# Photo gear



## jdwebb1 (Aug 26, 2019)

What are people using to photograph their aquariums?

I'm an amateur wildlife and landscape photographer, my gear consists of a Canon 7D, a Canon 7D MKII, Tamron 100-400mm, Canon 15-85mm and a Tokina 100mm macro. I have a remote flash setup, and a macro flash ring also. I'll try the Tokina macro lens when I get my aquarium set up in a couple weeks.


----------



## anh2.0 (Jun 26, 2016)

Sony A7iii

Macro using neewer 16+10mm macro extension with kinko achromat +5 diopter on a 50mm 1.8.

Simpl but effective.


----------



## Surf (Jun 13, 2017)

either of your 7D's and the macro should work well for photographing fish.
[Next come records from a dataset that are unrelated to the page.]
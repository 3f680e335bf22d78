/**
 * A perceptual fingerprint of a scan, so that two scans of the same picture can be found: the same
 * print fed twice, a second print from the same negative, or the rescan from the negative that
 * should replace a faded print. It must hold when one of the two has faded or taken a colour cast,
 * went through JPEG, or was cropped a few percent differently, and differ between pictures.
 *
 * How: a white paper border, when the scan has one, is left out, and the picture inside is
 * averaged down to a 32 x 32 grey copy; its values are replaced by their ranks, so any tone curve
 * that keeps the order of greys (fading's loss of contrast, a stain's lift of the whites, exposure,
 * scanner gamma) leaves it unchanged; the copy's two-dimensional DCT-II is taken and each of the 128
 * lowest-frequency coefficients (DC left out) gives one bit: above or below their median. Similar
 * pictures have similar coarse structure, so they differ in few bits (Hamming distance). The DCT
 * hash of a grey copy follows C. Zauner, "Implementation and Benchmarking of Perceptual Image Hash
 * Functions", Upper Austria University of Applied Sciences, 2010; the rank normalisation and the
 * border removal are our own additions for faded prints. tests/bench/duplicates.ts measures it.
 *
 * Pure code on decoded pixels (the analysis's reduced copy will do): no image library is loaded.
 */

/** Decoded pixels, interleaved, 1 to 4 channels (the first three read as sRGB red, green, blue), 8 bits unless `depth` says 16. */
export interface FingerprintPixels {
  data: Uint8Array | Uint8ClampedArray | Uint16Array;
  width: number;
  height: number;
  channels: number;
  depth?: 8 | 16;
}

/** Side of the grey copy the DCT is taken of. */
const GRID = 32;
/** Smallest side a scan's fingerprint is made from (less any border, the 32 x 32 grey copy still needs a pixel a cell). */
const MIN_SIDE = 64;
/** Long side of the working grey copy. */
const WORKING_SIDE = 256;
/** Most of a side that may be taken for paper border. */
const BORDER_LIMIT = 0.12;
/** A line is paper when its mean grey code is above this and its standard deviation below PAPER_MAX_SPREAD (8-bit codes). */
const PAPER_MIN_GREY = 150;
const PAPER_MAX_SPREAD = 12;
/** Highest u + v of the DCT coefficients taken (the first 128 by frequency lie within it). */
const MAX_FREQUENCY = 15;
/** Bits of a fingerprint. */
export const FINGERPRINT_BITS = 128;

/**
 * Two fingerprints at most this many bits apart (of 128) are taken for the same picture. Chosen from
 * `npm run bench:duplicates` (faded print scans against clean rescans cropped 1-5 % per side with
 * another exposure, among 500 unrelated scans): there 95 % of the rescans found their print and no
 * scan was shown a wrong one; at 40 the first false matches appear and no more rescans are found,
 * and the three missed (two rescans of a night launch, mostly black, and one of a beach) lie 46-50
 * bits from their print. Pictures that have nothing in common differ in about 64 bits. Distances
 * are even: each fingerprint has as many bits set as clear.
 */
export const SAME_PICTURE_DISTANCE = 38;

/** The 128 lowest-frequency DCT coefficients but the DC term, by (u + v) then u: (0,1), (1,0), (0,2), … */
const COEFFICIENTS: Array<[number, number]> = (() => {
  const all: Array<[number, number]> = [];
  for (let u = 0; u < GRID; u++) for (let v = 0; v < GRID; v++) if (u + v > 0 && u + v <= MAX_FREQUENCY) all.push([u, v]);
  all.sort((a, b) => a[0] + a[1] - (b[0] + b[1]) || a[0] - b[0]);
  return all.slice(0, FINGERPRINT_BITS);
})();

/** cos((2x + 1) u π / 2N) for the frequencies used, each row of GRID values. */
const COSINES: Float64Array[] = Array.from({ length: MAX_FREQUENCY + 1 }, (_, u) => Float64Array.from({ length: GRID }, (_, x) => Math.cos(((2 * x + 1) * u * Math.PI) / (2 * GRID))));

/**
 * The fingerprint of decoded pixels: 128 bits as 32 hexadecimal digits.
 * @throws {RangeError} for pixels too small to reduce to the grey copy, or a data length that does not match.
 */
export function fingerprint(pixels: FingerprintPixels): string {
  const grey = greyCopy(pixels);
  const ranked = ranks(grey);
  const coeffs = new Float64Array(COEFFICIENTS.length);
  // separable DCT-II: rows first for the few horizontal frequencies needed, then columns
  const rowPass = new Float64Array((MAX_FREQUENCY + 1) * GRID);
  for (let v = 0; v <= MAX_FREQUENCY; v++) {
    const cv = COSINES[v];
    for (let y = 0; y < GRID; y++) {
      let s = 0;
      for (let x = 0; x < GRID; x++) s += ranked[y * GRID + x] * cv[x];
      rowPass[v * GRID + y] = s;
    }
  }
  COEFFICIENTS.forEach(([u, v], i) => {
    const cu = COSINES[u];
    let s = 0;
    for (let y = 0; y < GRID; y++) s += rowPass[v * GRID + y] * cu[y];
    coeffs[i] = s;
  });
  const median = medianOf(coeffs);
  let hex = '';
  for (let nibble = 0; nibble < FINGERPRINT_BITS / 4; nibble++) {
    let d = 0;
    for (let b = 0; b < 4; b++) d = (d << 1) | (coeffs[nibble * 4 + b] > median ? 1 : 0);
    hex += d.toString(16);
  }
  return hex;
}

const FINGERPRINT_PATTERN = /^[0-9a-f]{32}$/;

/**
 * Bits in which two fingerprints differ (Hamming distance), 0..128.
 * @throws {RangeError} when either is not a fingerprint.
 */
export function fingerprintDistance(a: string, b: string): number {
  if (!FINGERPRINT_PATTERN.test(a) || !FINGERPRINT_PATTERN.test(b)) throw new RangeError('a fingerprint is 32 hexadecimal digits');
  let bits = 0;
  for (let i = 0; i < 32; i += 8) {
    let x = (parseInt(a.slice(i, i + 8), 16) ^ parseInt(b.slice(i, i + 8), 16)) >>> 0;
    while (x) {
      x &= x - 1;
      bits++;
    }
  }
  return bits;
}

/** Whether two fingerprints are close enough to show their scans as the same picture. */
export function isSamePicture(a: string, b: string): boolean {
  return fingerprintDistance(a, b) <= SAME_PICTURE_DISTANCE;
}

/** Mean grey (Rec. 709 weights on the codes; exact enough for a ranking) of each cell of a GRID x GRID lattice over the picture inside any paper border. */
function greyCopy({ data, width, height, channels, depth }: FingerprintPixels): Float64Array {
  if (!Number.isInteger(width) || !Number.isInteger(height) || channels < 1 || channels > 4) throw new RangeError('pixels need a whole width, height and 1 to 4 channels');
  if (data.length !== width * height * channels) throw new RangeError(`pixel data has ${data.length} values, not ${width}x${height}x${channels}`);
  if (width < MIN_SIDE || height < MIN_SIDE) throw new RangeError(`a scan needs at least ${MIN_SIDE} pixels a side for its fingerprint`);
  // a working copy of at most WORKING_SIDE pixels: the border's lines and the 32 x 32 cells need no more
  // (and never fewer than MIN_SIDE pixels on its short side, so that a narrow scan still fills every cell)
  const f = Math.max(1, Math.min(Math.ceil(Math.max(width, height) / WORKING_SIDE), Math.floor(Math.min(width, height) / MIN_SIDE)));
  const gw = Math.floor(width / f);
  const gh = Math.floor(height / f);
  const grey = new Float32Array(gw * gh);
  for (let y = 0; y < gh * f; y++) {
    const row = Math.floor(y / f) * gw;
    for (let x = 0, i = y * width * channels; x < gw * f; x++, i += channels) {
      grey[row + Math.floor(x / f)] += channels >= 3 ? 0.2126 * data[i] + 0.7152 * data[i + 1] + 0.0722 * data[i + 2] : data[i];
    }
  }
  // as 8-bit codes, which the paper's limits are in
  const scale = 1 / (f * f * (depth === 16 ? 257 : 1));
  for (let k = 0; k < grey.length; k++) grey[k] *= scale;
  const { left, top, right, bottom } = pictureArea(grey, gw, gh);
  const w = right - left;
  const h = bottom - top;
  const sums = new Float64Array(GRID * GRID);
  const counts = new Float64Array(GRID * GRID);
  const colOf = new Int32Array(w);
  for (let x = 0; x < w; x++) colOf[x] = Math.min(GRID - 1, Math.floor((x * GRID) / w));
  for (let y = 0; y < h; y++) {
    const row = Math.min(GRID - 1, Math.floor((y * GRID) / h)) * GRID;
    const start = (top + y) * gw + left;
    for (let x = 0; x < w; x++) {
      sums[row + colOf[x]] += grey[start + x];
      counts[row + colOf[x]]++;
    }
  }
  for (let k = 0; k < sums.length; k++) sums[k] /= counts[k];
  return sums;
}

/**
 * The scan without its white paper border: a print scanned whole has one, a rescan from the
 * negative has none, and left in it would shift and shrink the picture between the two. From each
 * side, lines that are light and even (paper, stained or not) are dropped, at most BORDER_LIMIT of
 * the side; a picture whose own edge is even and light (a pale sky) loses the same lines in every
 * scan of it.
 */
function pictureArea(grey: Float32Array, width: number, height: number): { left: number; top: number; right: number; bottom: number } {
  const colSum = new Float64Array(width);
  const colSq = new Float64Array(width);
  const rowSum = new Float64Array(height);
  const rowSq = new Float64Array(height);
  for (let y = 0, k = 0; y < height; y++) {
    for (let x = 0; x < width; x++, k++) {
      const v = grey[k];
      colSum[x] += v;
      colSq[x] += v * v;
      rowSum[y] += v;
      rowSq[y] += v * v;
    }
  }
  const paper = (sum: number, sq: number, n: number) => {
    const mean = sum / n;
    return mean > PAPER_MIN_GREY && sq / n - mean * mean < PAPER_MAX_SPREAD * PAPER_MAX_SPREAD;
  };
  const isPaperCol = (x: number) => paper(colSum[x], colSq[x], height);
  const isPaperRow = (y: number) => paper(rowSum[y], rowSq[y], width);
  const maxX = Math.floor(width * BORDER_LIMIT);
  const maxY = Math.floor(height * BORDER_LIMIT);
  let left = 0;
  let right = width;
  let top = 0;
  let bottom = height;
  while (left < maxX && isPaperCol(left)) left++;
  while (width - right < maxX && isPaperCol(right - 1)) right--;
  while (top < maxY && isPaperRow(top)) top++;
  while (height - bottom < maxY && isPaperRow(bottom - 1)) bottom--;
  return { left, top, right, bottom };
}

/** Each value replaced by its rank 0..1 (ties share their mean rank). */
function ranks(values: Float64Array): Float64Array {
  const order = Array.from(values.keys()).sort((a, b) => values[a] - values[b]);
  const out = new Float64Array(values.length);
  for (let i = 0; i < order.length; ) {
    let j = i;
    while (j + 1 < order.length && values[order[j + 1]] === values[order[i]]) j++;
    const rank = (i + j) / 2 / (order.length - 1);
    for (let k = i; k <= j; k++) out[order[k]] = rank;
    i = j + 1;
  }
  return out;
}

function medianOf(values: Float64Array): number {
  const sorted = Float64Array.from(values).sort();
  const mid = sorted.length >> 1;
  return sorted.length % 2 ? sorted[mid] : (sorted[mid - 1] + sorted[mid]) / 2;
}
Your macro flash may not be helpful since much of the light might bounce off the glass obscuring the fish. A good overhead aquarium light with all other light sources outside of the aquarium off should work the best Set the camera to aperture priority with a narrow aperture (F8-F22) The narrow aperture will increase focus death of field. Then use a iso sufficiently high enough so that fish motion will not blur the fish. You shouldn't have to buy anything to get good results.


----------



## Bettatail (Feb 12, 2009)

Surf said:


> either of your 7D's and the macro should work well for photographing fish. Your macro flash may not be helpful since much of the light might bounce off the glass obscuring the fish. A good overhead aquarium light with all other light sources outside of the aquarium off should work the best Set the camera to aperture priority with a narrow aperture (F8-F22) The narrow aperture will increase focus death of field. Then use a iso sufficiently high enough so that fish motion will not blur the fish. You shouldn't have to buy anything to get good results.


+1
I put the flash on top of the tank, actually two flashes with diffusers, arrange the flashes so the light bounce inside the fish tank and leave no shadow area.
I normally set everything manual, cover the windows and make a dark room, only leave enough nature/tank light to see clear enough through the viewfinder. The actual source of light depends solely on the flashes. The shutter speed normally set long enough to cover the actual exposure which is 1/250 according to the flashes, then I pick an ISO, take several shots at different narrow aperture, settle on the best for full tank shot. 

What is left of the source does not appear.